* **WORK INSTRUCTION**
Identify each line below that contains the word "cannot", and copy it out.

* **DATA SECTION**
impl<'a> Guide<'a> {
    /// A new walk over this rule base and these machines. `units` forces a
    /// unit system; otherwise the machine's own is used (metric without one).
    pub fn new(base: &'a RuleBase, machines: &'a MachineSet, units: Option<UnitSystem>) -> Self {
        Guide {
            base,
            machines,
            stage: Stage::Complaint,
            complaint: String::new(),
            symptoms: Vec::new(),
            machine: None,
            circuit: None,
            placement: None,
            actuator: None,
            readings: Vec::new(),
            skip: Vec::new(),
            pending: None,
            diagnosis: None,
            units,
            initials: None,
            save_note: false,
        }
    }

    /// True once the walk has concluded and the note question is answered.
    pub fn is_done(&self) -> bool {
        self.stage == Stage::Done
    }

    /// The latest diagnosis, once there is one.
    pub fn diagnosis(&self) -> Option<&Diagnosis> {
        self.diagnosis.as_ref()
    }

    /// The technician's initials when a case note should be saved.
    pub fn note_request(&self) -> Option<&str> {
        self.save_note.then_some(self.initials.as_deref()).flatten()
    }

    /// The question to ask now (`None` when done).
    pub fn question(&self) -> Option<Question> {
        let q = match self.stage {
            Stage::Complaint => Question::new(
                "complaint",
                "What is the machine doing wrong? Describe it in your own words.",
                "for example: slows right down when it takes the load",
            ),
            Stage::ConfirmSymptoms => Question::new(
                "symptoms",
                &format!("I read that as: {}. Is that right?", self.symptom_labels()),
                "y to go on, n to pick the symptoms from a list",
            ),
            Stage::PickSymptoms => Question::new(
                "pick-symptoms",
                &format!("Which of these fit? Give the numbers, e.g. 1,3.\n{}", self.symptom_menu()),
                "one or more numbers separated by commas",
            ),
            Stage::Machine => Question::new(
                "machine",
                &format!(
                    "Which machine is it? Give its id, or `none` to describe the circuit instead.\n{}",
                    self.machine_menu()
                ),
                "a machine id such as press-4, or none",
            ),
            Stage::Circuit => Question::new(
                "circuit",
                "What controls the flow? 1 restrictive (2-way) compensated valve, 2 bypass (3-way) compensated valve, 3 plain needle valve, 4 load-sensing pump",
                "a number from 1 to 4",
            ),
            Stage::Placement => Question::new(
                "placement",
                "Where does the valve sit? 1 meter-in (in the line to the actuator), 2 meter-out (in the line from it), 3 bleed-off (in a branch to tank)",
                "a number from 1 to 3",
            ),
            Stage::Actuator => Question::new(
                "actuator",
                "What does it drive? 1 a cylinder, 2 a hydraulic motor",
                "1 or 2",
            ),
            Stage::Caution => {
                let next = self.pending.as_ref()?;
                Question::new(
                    "caution",
                    &self.caution_text(next),
                    "ok once you have read the cautions; why for the reason of this step; skip if you cannot take this reading; stop to conclude now",
                )
            }
            Stage::Reading => {
                let next = self.pending.as_ref()?;
                let kind = self
                    .base
                    .quantity_for_reading(&next.reading)
                    .map(|q| q.kind.example_units())
                    .unwrap_or("");
                Question::new(
                    "reading",
                    &format!("Reading of {} ({}):", next.label.to_lowercase(), next.reading),
                    &format!("a number with its unit ({kind}); skip if you cannot take it; stop to conclude"),
                )
            }
            Stage::SaveNote => Question::new(
                "save-note",
                "Save this call as a case note so the next person finds it?",
                "y or n",
            ),
            Stage::Initials => Question::new("initials", "Your initials for the note:", "two or three letters"),
            Stage::Done => return None,
        };
        Some(q)
    }

    /// Take an answer. `Err` explains why it was not accepted (ask again).
    pub fn answer(&mut self, text: &str) -> Result<Step, String> {
        let text = text.trim();
        if text.eq_ignore_ascii_case("why") {
            return Ok(Step::aside(vec![self.why()]));
        }
        match self.stage {
            Stage::Complaint => self.take_complaint(text),
            Stage::ConfirmSymptoms => match yes_no(text)? {
                true => Ok(Step::recorded(self.after_symptoms())),
                false => {
                    self.stage = Stage::PickSymptoms;
                    Ok(Step::recorded(Vec::new()))
                }
            },
            Stage::PickSymptoms => self.take_symptom_numbers(text),
            Stage::Machine => self.take_machine(text),
            Stage::Circuit => {
                self.circuit = Some(pick(text, &CIRCUIT_MENU)?);
                self.stage = Stage::Placement;
                Ok(Step::recorded(Vec::new()))
            }
            Stage::Placement => {
                self.placement = Some(pick(text, &PLACEMENT_MENU)?);
                self.stage = Stage::Actuator;
                Ok(Step::recorded(Vec::new()))
            }
            Stage::Actuator => {
                self.actuator = Some(pick(text, &[Actuator::Cylinder, Actuator::Motor])?);
                Ok(Step::recorded(self.rediagnose()))
            }
            Stage::Caution => self.take_caution(text),
            Stage::Reading => self.take_reading(text),
            Stage::SaveNote => {
                self.save_note = yes_no(text)?;
                self.stage = if self.save_note {
                    Stage::Initials
                } else {
                    Stage::Done
                };
                Ok(Step::recorded(Vec::new()))
            }
            Stage::Initials => {
                let ok =
                    (1..=4).contains(&text.len()) && text.chars().all(|c| c.is_ascii_alphabetic());
                if !ok {
                    return Err("initials are one to four letters, e.g. JT".into());
                }
                self.initials = Some(text.to_ascii_uppercase());
                self.stage = Stage::Done;
                Ok(Step::recorded(Vec::new()))
            }
            Stage::Done => Err("the walk is finished".into()),
        }
    }

    fn take_complaint(&mut self, text: &str) -> Result<Step, String> {
        if text.is_empty() {
            return Err("tell me what you see or hear, in any words".into());
        }
        self.complaint = text.to_string();
        self.symptoms = self
            .base
            .recognise(text)
            .iter()
            .map(|s| s.entry.id.clone())
            .collect();
        self.stage = if self.symptoms.is_empty() {
            Stage::PickSymptoms
        } else {
            Stage::ConfirmSymptoms
        };
        let line = if self.symptoms.is_empty() {
            "I could not match that to a symptom I know; pick from the list.".to_string()
        } else {
            format!("Recognised: {}", self.symptom_labels())
        };
        Ok(Step::recorded(vec![line]))
    }

    fn take_symptom_numbers(&mut self, text: &str) -> Result<Step, String> {
        let mut picked = Vec::new();
        for part in text.split([',', ' ']).filter(|p| !p.is_empty()) {
            let n: usize = part
                .parse()
                .map_err(|_| format!("`{part}` is not a number from the list"))?;
            let s = self.base.symptoms.get(n.wrapping_sub(1)).ok_or_else(|| {
                format!("{n} is not on the list (1 to {})", self.base.symptoms.len())
            })?;
            if !picked.contains(&s.entry.id) {
                picked.push(s.entry.id.clone());
            }
        }
        if picked.is_empty() {
            return Err("pick at least one number".into());
        }
        self.symptoms = picked;
        Ok(Step::recorded(self.after_symptoms()))
    }

    fn after_symptoms(&mut self) -> Vec<String> {
        self.stage = Stage::Machine;
        Vec::new()
    }

    fn take_machine(&mut self, text: &str) -> Result<Step, String> {
        if text.eq_ignore_ascii_case("none") {
            self.stage = Stage::Circuit;
            return Ok(Step::recorded(Vec::new()));
        }
        let machine = self
            .machines
            .get(text)
            .map_err(|e| e.to_string())?
            .profile
            .clone();
        self.circuit = Some(machine.circuit);
        self.placement = Some(machine.placement);
        self.actuator = Some(machine.actuator);
        let line = format!(
            "{}: {} {} {}, {}",
            machine.id,
            machine.circuit.name(),
            machine.placement.name(),
            machine.actuator.name(),
            machine.name
        );
        self.machine = Some(machine);
        let mut lines = vec![line];
        lines.extend(self.rediagnose());
        Ok(Step::recorded(lines))
    }

    fn take_caution(&mut self, text: &str) -> Result<Step, String> {
        let word = text.to_ascii_lowercase();
        if STOP.contains(&word.as_str()) {
            return Ok(Step::recorded(self.conclude()));
        }
        match word.as_str() {
            "ok" | "y" | "yes" | "read" => {
                self.stage = Stage::Reading;
                Ok(Step::recorded(Vec::new()))
            }
            "skip" => Ok(Step::recorded(self.skip_pending())),
            _ => Err("type ok once you have read the cautions (or why, skip, stop)".into()),
        }
    }

    fn take_reading(&mut self, text: &str) -> Result<Step, String> {
        let word = text.to_ascii_lowercase();
        if STOP.contains(&word.as_str()) {
            return Ok(Step::recorded(self.conclude()));
        }
        if word == "skip" {
            return Ok(Step::recorded(self.skip_pending()));
        }
        let Some(next) = self.pending.clone() else {
            return Err("no reading is asked for".into());
        };
        let mut check = Readings::new();
        check
            .insert_text(self.base, &next.reading, text)
            .map_err(|e| format!("{} — try again, e.g. `140 bar` or `2030 psi`", e.message))?;
        self.readings.push((next.reading.clone(), text.to_string()));
        Ok(Step::recorded(self.rediagnose()))
    }

    fn skip_pending(&mut self) -> Vec<String> {
        if let Some(next) = self.pending.take() {
            self.skip.push(next.reading.clone());
        }
        self.rediagnose()
    }

    fn input(&self) -> Option<DiagnosisInput> {
        let units = self
            .units
            .or(self.machine.as_ref().map(|m| m.units))
            .unwrap_or_default();
        Some(DiagnosisInput {
            actuator: self.actuator,
            circuit: self.circuit?,
            complaint: Some(self.complaint.clone()),
            history: Vec::new(),
            machine: self.machine.clone(),
            placement: self.placement?,
            readings: self.readings.clone(),
            skip: self.skip.clone(),
            symptoms: self.symptoms.clone(),
            units,
        })
    }

    /// Run the diagnosis on what is known, say what changed, and move on to
    /// the next measurement or the conclusion.
    fn rediagnose(&mut self) -> Vec<String> {
        let Some(input) = self.input() else {
            return Vec::new();
        };
        let diagnosis = match Diagnosis::run(self.base, &input) {
            Ok(d) => d,
            Err(e) => return vec![format!("cannot diagnose yet: {e}")],
        };
        let mut lines = changes(self.diagnosis.as_ref(), &diagnosis);
        if self.diagnosis.is_none() || !lines.is_empty() {
            lines.extend(standings(&diagnosis));
        } else {
            lines.push("No cause changed standing on that reading.".into());
        }
        for p in &diagnosis.consistency {
            lines.push(format!("Check the gauges first: {}", p.message));
        }
        let confirmed = diagnosis
            .causes
            .first()
            .is_some_and(|c| c.status == CauseStatus::Confirmed);
        self.pending = diagnosis.next_measurement.clone();
        self.diagnosis = Some(diagnosis);
        if confirmed || self.pending.is_none() {
            lines.extend(self.conclude());
        } else {
            self.stage = Stage::Caution;
        }
        lines
    }

    fn conclude(&mut self) -> Vec<String> {
        self.stage = Stage::SaveNote;
        self.pending = None;
        let Some(d) = &self.diagnosis else {
            return vec!["Not enough is known to conclude.".into()];
        };
        conclusion(d)
    }

    fn why(&self) -> String {
        match (&self.stage, &self.pending) {
            (Stage::Caution | Stage::Reading, Some(next)) => format!("Why this step: {}", next.why),
            (Stage::Complaint, _) => "Why: your words tell me which symptoms to test first.".into(),
            (Stage::Machine, _) => {
                "Why: the machine's nameplate (bore, displacement, settings) goes into every check."
                    .into()
            }
            _ => "Why: each answer narrows down which causes the numbers can still support.".into(),
        }
    }

    fn symptom_labels(&self) -> String {
        self.symptoms
            .iter()
            .map(|id| {
                self.base
                    .symptom_by_id(id)
                    .map_or(id.clone(), |s| s.entry.label.to_lowercase())
            })
            .collect::<Vec<_>>()
            .join("; ")
    }

    fn symptom_menu(&self) -> String {
        self.base
            .symptoms
            .iter()
            .enumerate()
            .map(|(i, s)| format!("  {} {}", i + 1, s.entry.label))
            .collect::<Vec<_>>()
            .join("\n")
    }

    fn machine_menu(&self) -> String {
        self.machines
            .machines
            .iter()
            .map(|m| format!("  {} — {}", m.profile.id, m.profile.name))
            .collect::<Vec<_>>()
            .join("\n")
    }

    fn caution_text(&self, next: &NextMeasurement) -> String {
        let mut text = format!("Next: measure {}", next.label.to_lowercase());
        if let Some(point) = &next.point {
            text.push_str(&format!(" ({point})"));
        }
        text.push_str(&format!(".\nHow: {}", next.how));
        if let Some(i) = &next.instrument {
            text.push_str(&format!("\nInstrument: {i}"));
        }
        for id in &next.cautions {
            if let Some(c) = self.base.cautions.get(id) {
                text.push_str(&format!("\nCAUTION — {}: {}", c.entry.title, c.entry.text));
            }
        }
        text
    }
}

* **ANSWER TO THIS PROBLEM**
                    "ok once you have read the cautions; why for the reason of this step; skip if you cannot take this reading; stop to conclude now",
                    &format!("a number with its unit ({kind}); skip if you cannot take it; stop to conclude"),
            Err(e) => return vec![format!("cannot diagnose yet: {e}")],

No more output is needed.